There are new entities similar to Open Humans that are commercial and far less “open”, e.g. 23andMe’s “23andWe” program and PatientsLikeMe’s “Data For Good” campaign. Both invite contributions of data and effort to research – and both are closed models that sell access to their data and/or cohort (largely to pharmaceutical companies). For-profit goals encourage these companies to guard access to their cohorts and data, reinforcing the closed values of the status quo.

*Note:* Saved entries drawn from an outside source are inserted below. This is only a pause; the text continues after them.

"""The charts again, slow and exact: fractions instead of floats, every window looked at afresh at every point.

Written from the definitions (Western Electric 1956, Nelson 1984, Page 1954, Roberts 1959, Samuel, Pignatiello and
Calvin 1998), without state that is carried along; only EWMA, CUSUM and episodes are recursions by definition.
"""

import itertools
from collections.abc import Sequence
from dataclasses import dataclass, field
from fractions import Fraction
from math import pi, sqrt

from quietmill.model import LEVEL_RULES, UNDIRECTED, Detector, Rule

HIGH, LOW = 1, 2
SPREAD_UPPER = 2 / sqrt(pi) + 3 * sqrt(2 - 4 / pi)


def exact(number: float) -> Fraction:
    """Return the decimal fraction that a float was written as."""
    return Fraction(repr(float(number)))


@dataclass
class Point:
    """What holds at a point, and what its episode does."""

    holds: set[tuple[Rule, int]]
    z: Fraction
    ewma: Fraction = Fraction(0)
    high: Fraction = Fraction(0)
    low: Fraction = Fraction(0)
    spread: Fraction | None = None
    notice: str = ""
    joined: set[tuple[Rule, int]] = field(default_factory=set)
    members: list[tuple[Rule, int]] = field(default_factory=list)  # in the order of joining
    raised: int = 0
    onset: int = 0
    shift_sigma: Fraction | None = None


def same_sign(values: Sequence[Fraction], beyond: Fraction = Fraction(0)) -> int:
    if values and all(value > beyond for value in values):
        return HIGH
    return LOW if values and all(value < -beyond for value in values) else 0


def count_beyond(window: Sequence[Fraction], line: int, needed: int) -> int:
    """Return the side on which the last of a window and enough of its points lie beyond a line."""
    for side, sign in ((HIGH, 1), (LOW, -1)):
        if window[-1] * sign > line and sum(value * sign > line for value in window) >= needed:
            return side
    return 0


def rules_at(z: Sequence[Fraction], detector: Detector) -> set[tuple[Rule, int]]:
    """Return which run rules hold at the last of the points since the last gap."""
    rules, found = detector.rules, {}

    def last(count: int) -> Sequence[Fraction]:
        return z[-count:] if len(z) >= count else ()

    found[Rule.BEYOND_LIMITS] = same_sign(z[-1:], exact(detector.width))
    found[Rule.SAME_SIDE] = same_sign(last(int(rules.get(Rule.SAME_SIDE, 9))))
    six = last(6)
    found[Rule.TREND] = same_sign([b - a for a, b in itertools.pairwise(six)])
    fourteen = last(14)
    steps = [b - a for a, b in itertools.pairwise(fourteen)]
    found[Rule.ALTERNATING] = HIGH if steps and all(a * b < 0 for a, b in itertools.pairwise(steps)) else 0
    found[Rule.TWO_OF_THREE] = count_beyond(z[-3:], 2, 2)
    found[Rule.FOUR_OF_FIVE] = count_beyond(z[-5:], 1, 4)
    within = last(int(rules.get(Rule.STRATIFICATION, 15)))
    found[Rule.STRATIFICATION] = HIGH if within and all(abs(value) < 1 for value in within) else 0
    outside = last(int(rules.get(Rule.MIXTURE, 8)))
    found[Rule.MIXTURE] = HIGH if outside and all(abs(value) > 1 for value in outside) else 0
    return {(rule, side) for rule, side in found.items() if side and rule in rules}


def beyond_ewma(average: Fraction, t: int, detector: Detector) -> int:
    """Compare squares, so that no root has to be taken."""
    assert detector.ewma is not None
    lam, width = exact(detector.ewma.lam), exact(detector.ewma.width)
    square = width**2 * lam / (2 - lam) * (1 - (1 - lam) ** (2 * t) if detector.ewma.exact else 1)
    if average**2 <= square:
        return 0
    return HIGH if average > 0 else LOW


def judge(values: Sequence[float], detector: Detector, times: Sequence[int] | None = None) -> list[Point]:
    """Return what a detector says of a series, point by point. `times` in microseconds matter for gaps only."""
    centre, sigma = exact(detector.centre), exact(detector.sigma)
    x = [exact(value) for value in values]
    z = [(value - centre) / sigma for value in x]
    points: list[Point] = []
    average = Fraction(0)
    cusum = detector.cusum
    high = low = exact(cusum.head_start) if cusum else Fraction(0)
    zero = {HIGH: 0, LOW: 0}  # number of the last point at which an arm was zero
    returned = quiet = 0
    episode: Point | None = None  # the point that raised the open one
    members: list[tuple[Rule, int]] = []
    begin = 0
    for place in range(len(z)):
        number = place + 1
        if place and detector.gap and times and times[place] - times[place - 1] > detector.gap:
            begin = place
        holds = rules_at(z[begin : place + 1], detector)
        if detector.ewma is not None:
            lam = exact(detector.ewma.lam)
            average = lam * z[place] + (1 - lam) * average
            holds |= {(Rule.EWMA, side)} if (side := beyond_ewma(average, number, detector)) else set()
        if cusum is not None:
            k, h = exact(cusum.k), exact(cusum.h)
            cap = exact(cusum.ceiling) * h if cusum.ceiling != float("inf") else None
            high, low = max(Fraction(0), high + z[place] - k), max(Fraction(0), low - z[place] - k)
            holds |= ({(Rule.CUSUM, HIGH)} if high > h else set()) | ({(Rule.CUSUM, LOW)} if low > h else set())
            high, low = (high, low) if cap is None else (min(high, cap), min(low, cap))
            zero[HIGH] = number if high == 0 else zero[HIGH]
            zero[LOW] = number if low == 0 else zero[LOW]
        spread = abs(z[place] - z[place - 1]) if place > begin else None
        if detector.spread_signals and spread is not None:
            holds |= {(Rule.SPREAD, HIGH)} if spread > SPREAD_UPPER else set()
        side = {"both": HIGH | LOW, "high": HIGH, "low": LOW}[detector.side]
        holds = {(rule, way) for rule, way in holds if rule in UNDIRECTED or way & side}
        point = Point(holds, z[place], average, high, low, spread)
        if holds and episode is None:
            point.notice, point.raised, members, episode = "RAISED", number, [], point
            date(point, z, number, detector, returned, zero)
        if episode is not None:
            quiet = 0 if holds else quiet + 1
            point.joined = holds - set(members)
            members = members + sorted(point.joined)
            point.members = members
            point.raised, point.onset, point.shift_sigma = episode.raised, episode.onset, episode.shift_sigma
            if point.joined and not point.notice:
                point.notice = "JOINED"
            if quiet == detector.quiet_points:
                point.notice, episode, returned = "RETURNED", None, number
        points.append(point)
    return points


def date(
    point: Point, z: Sequence[Fraction], number: int, detector: Detector, returned: int, zero: dict[int, int]
) -> None:
    """Write the onset of a signal raised at point `number`, and its size in sigmas.

    `returned` is the number of the point at which the last episode returned, `zero` that of the last zero of each arm.
    Every point may be the first after the change, from the last of: the first kept, the first after `returned`, and
    for a CUSUM alone the first after its arm's zero. Where that is older than the points kept, the arm itself tells,
    unless an episode returned since.
    """
    oldest = max(1, number - detector.points_kept + 1)
    levels = sorted((rule, side) for rule, side in point.holds if rule in LEVEL_RULES)
    if not levels:
        windows = {
            Rule.TREND: 6,
            Rule.ALTERNATING: 14,
            Rule.STRATIFICATION: int(detector.rules.get(Rule.STRATIFICATION, 15)),
            Rule.MIXTURE: int(detector.rules.get(Rule.MIXTURE, 8)),
            Rule.SPREAD: 2,
        }
        first = min(rule for rule, _ in point.holds)
        point.onset = max(oldest, number - windows[first] + 1)
        return
    rule, side = levels[0]
    sign = 1 if side == HIGH else -1
    earliest = max(oldest, returned + 1)
    if rule is Rule.CUSUM:
        if zero[side] + 1 < oldest and zero[side] >= returned:
            point.onset = zero[side] + 1
            point.shift_sigma = sum(z[point.onset - 1 : number], Fraction(0)) / (number - point.onset + 1)
            return
        earliest = max(earliest, zero[side] + 1)
    best: tuple[Fraction, int] | None = None
    for onset in range(earliest, number + 1):
        total = sum(z[onset - 1 : number], Fraction(0))
        count = number - onset + 1
        if total * sign > 0 and (best is None or total**2 / count >= best[0]):
            best = (total**2 / count, onset)
    point.onset = best[1] if best else number
    point.shift_sigma = sum(z[point.onset - 1 : number], Fraction(0)) / (number - point.onset + 1)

Will society adopt an approach that is open or closed? Existing closed commercial efforts pose a large challenge, but there are reasons for optimism. Open approaches are valued by researchers and participants, especially in the context of altruism and science.

6) What part does openness play in your idea?

I think there are many ways to pursue openness in human subjects research. Reflecting this, Open Humans is open on many levels – from our open source code to our “open garden” for projects on the site.

Initially, we focused on data sharing by individuals – publicly, or privately with projects. We continue to support this: members decide when to share their data, creating a participant-led data resource.

We also support studies returning data to participants. This makes it possible for individuals to aggregate data, and choose to share it.

Through this, we have something new: a sort of open cohort. An indefinite number of studies can invite the same participants to join, and studies can return data to member accounts where it can be shared with other studies.

The “projects” aspect of Open Humans is also open: we require ethics board certification to be listed as a study, but the platform is open to non-study projects. Citizen scientists can create projects, apps, and tools. For example…

  • A volunteer has created an open source app that adds iPhone HealthKit data to accounts. This has already been used by a study at ASU.
  • Citizen hackers at the Nightscout Foundation have enabled export from glucose monitors, and a registry study at Univ of Michigan plans to invite contributions of this data.

I am thrilled and inspired by these examples of how citizen-led efforts can contribute to “real” science, made possible by a combination of technology platform and community.